Hypermobile Ehlers-Danlos syndrome is an inherited connective tissue disorder that is caused by defects in a protein called collagen. It is generally considered the least severe form of Ehlers-Danlos syndrome (EDS) although significant complications can occur.
What does Ehlers-Danlos syndrome affect?
Ehlers-Danlos syndrome is a group of disorders that affect connective tissues supporting the skin, bones, blood vessels, and many other organs and tissues. Defects in connective tissues cause the signs and symptoms of these conditions, which range from mildly loose joints to life-threatening complications.
Who is most likely to get Ehlers-Danlos syndrome?
Most are rare e.g., 1 in 40,000 – 200,000 and some are ultrarare i.e., less than 1 in a million people. Individuals of all racial and ethnic backgrounds are affected by EDS which can present with complications from birth and progress over time.
Does Ehlers-Danlos run families?
Mutations in a variety of genes may lead to EDS; however, the underlying genetic cause in some families is unknown. Depending on the subtype, EDS may be inherited in an autosomal dominant or an autosomal recessive manner. There is no specific cure for EDS.
At what age is Ehlers-Danlos Syndrome diagnosed?

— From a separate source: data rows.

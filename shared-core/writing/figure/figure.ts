/** A picture as plain data: what to draw, not how. Values are in the units that the axes name. */
export interface Figure {
  readonly title: string;
  /** One sentence that says what is to be seen, for readers who do not see it. */
  readonly description: string;
  /** Drawn below each other; curves share the axis at the bottom. */
  readonly panels: readonly (CurvePanel | BarPanel)[];
}

export interface Axis {
  readonly label: string;
  /** Empty for a bare number. */
  readonly unit: string;
  readonly scale: "linear" | "log";
  /** Given ends; otherwise the data decide. */
  readonly from?: number;
  readonly to?: number;
  /** Values that carry a tick, where round ones are not the ones that matter (degrees). */
  readonly ticks?: readonly number[];
}

export interface CurvePanel {
  readonly kind: "curves";
  readonly x: Axis;
  readonly y: Axis;
  /** Height by comparison with the other panels. */
  readonly share: number;
  readonly curves: readonly Curve[];
  /** Points worth naming, as peaks. */
  readonly marks: readonly Mark[];
}

/** `x` ascending; what is not finite leaves a gap. */
export interface Curve {
  readonly name: string;
  readonly x: ArrayLike<number>;
  readonly y: ArrayLike<number>;
  /** Which of the picture's line styles; curves of one quantity share it over the panels. */
  readonly style: number;
  /**
   * Default: an answer. `written`: of the model as it stands, under moved numbers. `earlier`: of an earlier revision.
   */
  readonly role?: "answer" | "written" | "earlier" | "limit";
}

/** What a legend calls a curve: its quantity, and which model it is of if that is not the shown one. */
export const curveWords = ({ name, role }: Pick<Curve, "name" | "role">): string =>
  role === "written" ? `${name}, as written` : role === "earlier" ? `${name}, earlier` : name;

export interface Mark {
  readonly x: number;
  readonly y: number;
  readonly label: string;
}

/** A bar for each name, to both sides of zero: a mode shape. */
export interface BarPanel {
  readonly kind: "bars";
  readonly title: string;
  readonly share: number;
  /** Values from -1 to 1. */
  readonly bars: readonly { readonly name: string; readonly value: number }[];
}

/** Colours of a picture. The default stands out from white and from black alike. */
export interface FigureTheme {
  readonly ink: string;
  readonly quiet: string;
  readonly grid: string;
  readonly curves: readonly string[];
}

/** Contrast of each colour at least 3 : 1 on white and on #1e1e1e (WCAG 2.2, 1.4.11). */
export const NEUTRAL: FigureTheme = {
  ink: "#7a7a7a",
  quiet: "#808080",
  grid: "#80808040",
  curves: ["#2f7fd0", "#c5622a", "#3d9150", "#a665c9", "#b5832a", "#c9528b"],
};

/** Dashes beside colours, so that curves differ without colour too. */
export const DASHES: readonly string[] = ["", "6 3", "2 2", "8 3 2 3", "4 2", "1 3"];
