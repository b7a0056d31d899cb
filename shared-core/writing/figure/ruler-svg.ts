import type { Ruler, RulerDrive, RulerLimit, RulerMode } from "../../drawing/ruler.ts";
import { type FigureTheme, NEUTRAL } from "./figure.ts";
import { escapeText } from "./svg.ts";

const SIDE = 28;
const LINE = 14;
/** A sans-serif letter of 11 px, rounded up. */
const LETTER = 6.6;
const AXIS_ROOM = 34;
const DROP = 26;

/** The frequency ruler as SVG text that stands alone: drives and limits above the axis, modes below it. */
export function rulerSvg(ruler: Ruler, title: string, width: number, theme: FigureTheme = NEUTRAL): string {
  const inner = width - 2 * SIDE;
  const x = (share: number): number => Math.round((SIDE + share * inner) * 10) / 10;
  const above = stacked(
    [
      ...ruler.drives.map((drive) => ({ at: x((drive.from + drive.to) / 2), text: drive.label, drive })),
      ...ruler.limits.map((limit) => ({ at: x(limit.at), text: `${limit.name} ${limit.label}`, limit })),
    ],
    width,
  );
  const below = stacked(
    ruler.modes.map((mode) => ({ at: x(mode.at), text: `${mode.number} · ${mode.label}`, mode })),
    width,
  );
  const axis = 30 + LINE * levels(above) + 12;
  const height = axis + AXIS_ROOM + DROP + LINE * levels(below) + 12;
  return [
    `<svg xmlns="http://www.w3.org/2000/svg" width="${width}" height="${height}" viewBox="0 0 ${width} ${height}" role="img" font-family="sans-serif" font-size="11" fill="${theme.ink}">`,
    `<title>${escapeText(title)}</title>`,
    `<desc>${escapeText(ruler.description)}</desc>`,
    `<text x="${SIDE}" y="14" font-weight="bold">${escapeText(title)}</text>`,
    ...ruler.modes.map((mode) => bandPart(mode, x, axis, theme)),
    ...ticks(ruler, x, axis, theme),
    ...above.flatMap((each) =>
      "drive" in each.item
        ? drivePart(each as Placed<{ drive: RulerDrive }>, x, axis, theme)
        : limitPart(each as Placed<{ limit: RulerLimit }>, axis, theme),
    ),
    ...below.flatMap((each) => modePart(each, x, axis, theme)),
    "</svg>",
    "",
  ].join("\n");
}

interface Placed<T> {
  readonly item: T & { readonly at: number; readonly text: string };
  /** Middle of the text. */
  readonly middle: number;
  /** 0 is nearest to the axis. */
  readonly level: number;
}

/** Texts on the lowest level on which they cover no other, from left to right. */
function stacked<T extends { readonly at: number; readonly text: string }>(
  items: readonly T[],
  width: number,
): Placed<T>[] {
  const ends: number[] = [];
  return [...items]
    .sort((a, b) => a.at - b.at)
    .map((item) => {
      const half = ([...item.text].length * LETTER) / 2;
      const middle = Math.max(half + 2, Math.min(width - half - 2, item.at));
      let level = ends.findIndex((end) => middle - half > end + 8);
      if (level < 0) level = ends.length;
      ends[level] = middle + half;
      return { item, middle: Math.round(middle * 10) / 10, level };
    });
}

const levels = (placed: readonly Placed<object>[]): number =>
  placed.reduce((most, { level }) => Math.max(most, level + 1), 0);

/** The resonance band of a mode. */
function bandPart(mode: RulerMode, x: (share: number) => number, axis: number, theme: FigureTheme): string {
  const [from, to] = [x(mode.bandLow), x(mode.bandHigh)];
  const colour = mode.danger ? theme.curves[1] : theme.curves[0];
  return `<path d="M${from},${axis - 8}H${to}V${axis + 8}H${from}Z" fill="${colour}" fill-opacity="${mode.danger ? 0.28 : 0.12}"/>`;
}

function ticks(
  { ticks: all, unit }: Ruler,
  x: (share: number) => number,
  axis: number,
  theme: FigureTheme,
): string[] {
  const marks = all.map(({ at, major }) => `M${x(at)},${axis}v${major ? 7 : 4}`).join("");
  return [
    `<path d="M${x(0)},${axis}H${x(1)}${marks}" fill="none" stroke="${theme.quiet}"/>`,
    ...all
      .filter(({ major }) => major)
      .map(
        ({ at, label }) =>
          `<text x="${x(at)}" y="${axis + 19}" text-anchor="middle" fill="${theme.quiet}">${escapeText(label)}</text>`,
      ),
    `<text x="${x(1) + 4}" y="${axis + 4}" fill="${theme.quiet}">${escapeText(unit)}</text>`,
  ];
}

function drivePart(
  { item: { drive, at, text }, middle, level }: Placed<{ drive: RulerDrive }>,
  x: (share: number) => number,
  axis: number,
  theme: FigureTheme,
): string[] {
  const top = axis - 12 - LINE * level;
  const bar =
    drive.from === drive.to
      ? ""
      : `<path d="M${x(drive.from)},${axis - 6}H${x(drive.to)}" stroke="${theme.curves[1]}" stroke-width="5" stroke-opacity="0.5"/>`;
  return [
    `<g><title>${escapeText(drive.says)}</title>${bar}<path d="M${at},${axis}V${top}" fill="none" ${drive.asked ? `stroke="${theme.quiet}" stroke-dasharray="1 3"` : `stroke="${theme.curves[1]}" stroke-width="2"`}/>`,
    `<text x="${middle}" y="${top - 4}" text-anchor="middle">${escapeText(text)}</text></g>`,
  ];
}

function limitPart(
  { item: { limit, at, text }, middle, level }: Placed<{ limit: RulerLimit }>,
  axis: number,
  theme: FigureTheme,
): string[] {
  const top = axis - 12 - LINE * level;
  const into = limit.side === "below" ? -7 : 7;
  return [
    `<path d="M${at},${axis + 8}V${top}M${at},${axis - 6}h${into}" fill="none" stroke="${theme.ink}" stroke-dasharray="3 2"/>`,
    `<text x="${middle}" y="${top - 4}" text-anchor="middle" fill="${theme.quiet}">${escapeText(text)}</text>`,
  ];
}

/** A drop as wide as its half-power bandwidth, at least so wide that it is seen. */
function modePart(
  { item: { mode, at, text }, middle, level }: Placed<{ mode: RulerMode }>,
  x: (share: number) => number,
  axis: number,
  theme: FigureTheme,
): string[] {
  const half = Math.max(1.5, (x(mode.high) - x(mode.low)) / 2);
  const top = axis + AXIS_ROOM - 8;
  const bottom = top + DROP;
  const colour = mode.danger ? theme.curves[1] : theme.curves[0];
  const y = bottom + 14 + LINE * level;
  return [
    `<g><title>${escapeText(mode.says)}</title><path d="M${at},${axis}V${top}" stroke="${colour}"/>`,
    `<path d="M${at},${top}C${at},${top + 10} ${at + half},${bottom - 14} ${at + half},${bottom - 8}A${half} 8 0 0 1 ${at - half},${bottom - 8}C${at - half},${bottom - 14} ${at},${top + 10} ${at},${top}Z" fill="${colour}"/>`,
    `<path d="M${at},${bottom}V${y - 10}" stroke="${theme.grid}"/>`,
    `<text x="${middle}" y="${y}" text-anchor="middle">${escapeText(text)}</text></g>`,
  ];
}
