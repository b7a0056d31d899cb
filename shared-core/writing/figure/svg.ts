import {
  type BarPanel,
  type Curve,
  type CurvePanel,
  curveWords,
  DASHES,
  type Figure,
  type FigureTheme,
  type Mark,
  NEUTRAL,
} from "./figure.ts";
import { type Box, type CurveLayout, layoutCurves } from "./layout.ts";

export interface SvgOptions {
  /** Pixels. */
  readonly width: number;
  readonly height: number;
  readonly theme?: FigureTheme;
}

const FONT_SIZE = 11;
/** A sans-serif letter is about so wide. */
const LETTER = 0.6 * FONT_SIZE;
const LINE = 15;
const GAP = 14;
const MARGIN = { left: 58, right: 14, top: 22, bottom: 34 };

/** The figure as SVG text that stands alone: no style sheet, no script, nothing from outside. */
export function figureSvg(figure: Figure, options: SvgOptions): string {
  const { width, height, theme = NEUTRAL } = options;
  const names = legendNames(figure);
  const legend = legendRows(names, width);
  const boxes = panelBoxes(figure, width, height, legend.length * LINE);
  const parts = figure.panels.map((panel, i) =>
    panel.kind === "curves"
      ? curvePanel(panel, boxes[i], theme, i === lastCurves(figure))
      : barPanel(panel, boxes[i], theme),
  );
  return [
    `<svg xmlns="http://www.w3.org/2000/svg" width="${width}" height="${height}" viewBox="0 0 ${width} ${height}" role="img" font-family="sans-serif" font-size="${FONT_SIZE}" fill="${theme.ink}">`,
    `<title>${escapeText(figure.title)}</title>`,
    `<desc>${escapeText(figure.description)}</desc>`,
    `<text x="${MARGIN.left}" y="14" font-weight="bold">${escapeText(figure.title)}</text>`,
    ...parts.flat(),
    ...legendParts(legend, height, theme),
    "</svg>",
    "",
  ].join("\n");
}

/** Text made safe inside an element or a quoted attribute; characters that XML 1.0 forbids are left out. */
export function escapeText(text: string): string {
  return text
    .replace(FORBIDDEN_IN_XML, "")
    .replaceAll("&", "&amp;")
    .replaceAll("<", "&lt;")
    .replaceAll(">", "&gt;")
    .replaceAll('"', "&quot;");
}

// biome-ignore lint/suspicious/noControlCharactersInRegex: control characters are what is to be left out
const FORBIDDEN_IN_XML = /[\u0000-\u0008\u000b\u000c\u000e-\u001f\ufffe\uffff]/g;

const WIDEST_BAR = 36;

const px = (value: number): string => `${Math.round(value * 100) / 100}`;

function panelBoxes(figure: Figure, width: number, height: number, below: number): Box[] {
  const total = figure.panels.reduce((sum, panel) => sum + panel.share, 0);
  const usable = height - MARGIN.top - MARGIN.bottom - below - GAP * (figure.panels.length - 1);
  let top = MARGIN.top;
  return figure.panels.map((panel) => {
    const tall = Math.max(10, (usable * panel.share) / total);
    const box = {
      left: MARGIN.left,
      top,
      width: Math.max(10, width - MARGIN.left - MARGIN.right),
      height: tall,
    };
    top += tall + GAP;
    return box;
  });
}

const lastCurves = (figure: Figure): number =>
  figure.panels.findLastIndex((panel) => panel.kind === "curves");

function curvePanel(panel: CurvePanel, box: Box, theme: FigureTheme, labelled: boolean): string[] {
  const layout = layoutCurves(panel, box);
  return [
    ...gridParts(layout, box, theme, labelled),
    axisTitle(panel.y.label, panel.y.unit, box, theme),
    ...(labelled ? [xTitle(panel, box)] : []),
    ...layout.paths.map(
      ({ path, ...curve }) =>
        `<path d="${path}" fill="none" ${strokeOf(curve, theme)} stroke-linejoin="round"/>`,
    ),
    ...layout.marks.flatMap(({ x, y, label }) => [
      `<circle cx="${px(x)}" cy="${px(y)}" r="2.5" fill="${theme.ink}"/>`,
      markLabel({ x, y, label }, box),
    ]),
  ];
}

/** Above its point, and inside the panel. */
function markLabel({ x, y, label }: Mark, box: Box): string {
  const half = (LETTER * [...label].length) / 2;
  const middle = Math.max(box.left + half, Math.min(box.left + box.width - half, x));
  return `<text x="${px(middle)}" y="${px(Math.max(box.top + FONT_SIZE, y - 6))}" text-anchor="middle">${escapeText(label)}</text>`;
}

function gridParts(layout: CurveLayout, box: Box, theme: FigureTheme, labelled: boolean): string[] {
  const bottom = box.top + box.height;
  const right = box.left + box.width;
  return [
    ...layout.yTicks.flatMap(({ at, label }) => [
      `<path d="M${px(box.left)},${px(at)}H${px(right)}" stroke="${theme.grid}"/>`,
      `<text x="${px(box.left - 6)}" y="${px(at + 4)}" text-anchor="end" fill="${theme.quiet}">${label}</text>`,
    ]),
    ...layout.xTicks.map(
      ({ at }) => `<path d="M${px(at)},${px(box.top)}V${px(bottom)}" stroke="${theme.grid}"/>`,
    ),
    ...(labelled ? layout.xTicks : []).map(
      ({ at, label }) =>
        `<text x="${px(at)}" y="${px(bottom + 14)}" text-anchor="middle" fill="${theme.quiet}">${label}</text>`,
    ),
    `<path d="M${px(box.left)},${px(box.top)}V${px(bottom)}H${px(right)}" fill="none" stroke="${theme.quiet}"/>`,
  ];
}

const withUnit = (label: string, unit: string): string => (unit === "" ? label : `${label} in ${unit}`);

function axisTitle(label: string, unit: string, box: Box, theme: FigureTheme): string {
  const [x, y] = [12, box.top + box.height / 2];
  return `<text x="${x}" y="${px(y)}" transform="rotate(-90 ${x} ${px(y)})" text-anchor="middle" fill="${theme.quiet}">${escapeText(withUnit(label, unit))}</text>`;
}

function xTitle(panel: CurvePanel, box: Box): string {
  return `<text x="${px(box.left + box.width)}" y="${px(box.top + box.height + 28)}" text-anchor="end">${escapeText(withUnit(panel.x.label, panel.x.unit))}</text>`;
}

function barPanel(panel: BarPanel, box: Box, theme: FigureTheme): string[] {
  const middle = box.top + box.height / 2;
  const step = box.width / Math.max(1, panel.bars.length);
  const wide = Math.min(WIDEST_BAR, step * 0.5);
  const tall = (box.height - LINE * 2) / 2;
  // Where names have no room beside each other, every so many bars one is named.
  const longest = Math.max(1, ...panel.bars.map(({ name }) => [...name].length));
  const every = Math.ceil((LETTER * longest + 6) / step);
  return [
    `<text x="${px(box.left)}" y="${px(box.top + 10)}">${escapeText(panel.title)}</text>`,
    `<path d="M${px(box.left)},${px(middle)}H${px(box.left + box.width)}" stroke="${theme.quiet}"/>`,
    ...panel.bars.flatMap(({ name, value }, i) => {
      const size = Math.abs(value) * tall;
      const x = box.left + step * i;
      return [
        `<rect x="${px(x + (step - wide) / 2)}" y="${px(value > 0 ? middle - size : middle)}" width="${px(wide)}" height="${px(size)}" fill="${theme.curves[0]}"/>`,
        ...(i % every === 0
          ? [
              `<text x="${px(x + step / 2)}" y="${px(value > 0 ? middle + 12 : middle - 4)}" text-anchor="middle" fill="${theme.quiet}">${escapeText(name)}</text>`,
            ]
          : []),
      ];
    }),
  ];
}

/** What is shown in its colour; what lies under it faint, an earlier revision broad as a shadow; limits dotted. */
function strokeOf({ style, role = "answer" }: Ink, theme: FigureTheme): string {
  const pattern = role === "limit" ? "1 4" : DASHES[style % DASHES.length];
  const dash = pattern === "" ? "" : ` stroke-dasharray="${pattern}"`;
  const colour = role === "answer" ? theme.curves[style % theme.curves.length] : theme.quiet;
  return `stroke="${colour}" ${STROKES[role]}${dash}`;
}

const STROKES = {
  answer: 'stroke-width="1.5"',
  written: 'stroke-width="1.1"',
  earlier: 'stroke-width="3.4" stroke-opacity="0.4"',
  limit: 'stroke-width="1.4"',
} as const;

type Ink = Pick<Curve, "style" | "role">;

interface LegendEntry extends Ink {
  readonly name: string;
  readonly left: number;
}

function legendNames(figure: Figure): Map<string, Ink> {
  const curves = figure.panels.flatMap((panel) => (panel.kind === "curves" ? panel.curves : []));
  return new Map(curves.map((curve) => [curveWords(curve), curve]));
}

function legendRows(names: ReadonlyMap<string, Ink>, width: number): LegendEntry[][] {
  const rows: LegendEntry[][] = [];
  let left = Number.POSITIVE_INFINITY;
  for (const [name, { style, role }] of names) {
    const wide = 30 + LETTER * [...name].length + 14;
    if (left + wide > width) {
      rows.push([]);
      left = MARGIN.left;
    }
    rows[rows.length - 1].push({ name, style, role, left });
    left += wide;
  }
  return rows;
}

function legendParts(rows: readonly LegendEntry[][], height: number, theme: FigureTheme): string[] {
  return rows.flatMap((row, i) => {
    const y = height - LINE * (rows.length - i) + 10;
    return row.flatMap(({ name, left, ...ink }) => [
      `<path d="M${px(left)},${px(y - 4)}h24" ${strokeOf(ink, theme)}/>`,
      `<text x="${px(left + 30)}" y="${px(y)}">${escapeText(name)}</text>`,
    ]);
  });
}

The age at first diagnosis peaked in the age group 5–9 years for men and 15–19 years for women (see figure 2). There was a significant difference of 8.5 years in the mean age of diagnosis between men and women (95\% CI: 7.70 to 9.22): 9.6 years in EDS (95\% CI: 6.85 to 12.31) and 8.3 years in JHS (95\% CI: 7.58 to 9.11).
What is hypermobility in a child?
Hypermobility refers to an increased range of movement in multiple joints, for their age. It is extremely common in children, having being reported in 25 to 50\% of those younger than 10 years of age. The older you are the less likely it is you will be hypermobile.
What is the difference between hypermobility syndrome and Ehlers-Danlos?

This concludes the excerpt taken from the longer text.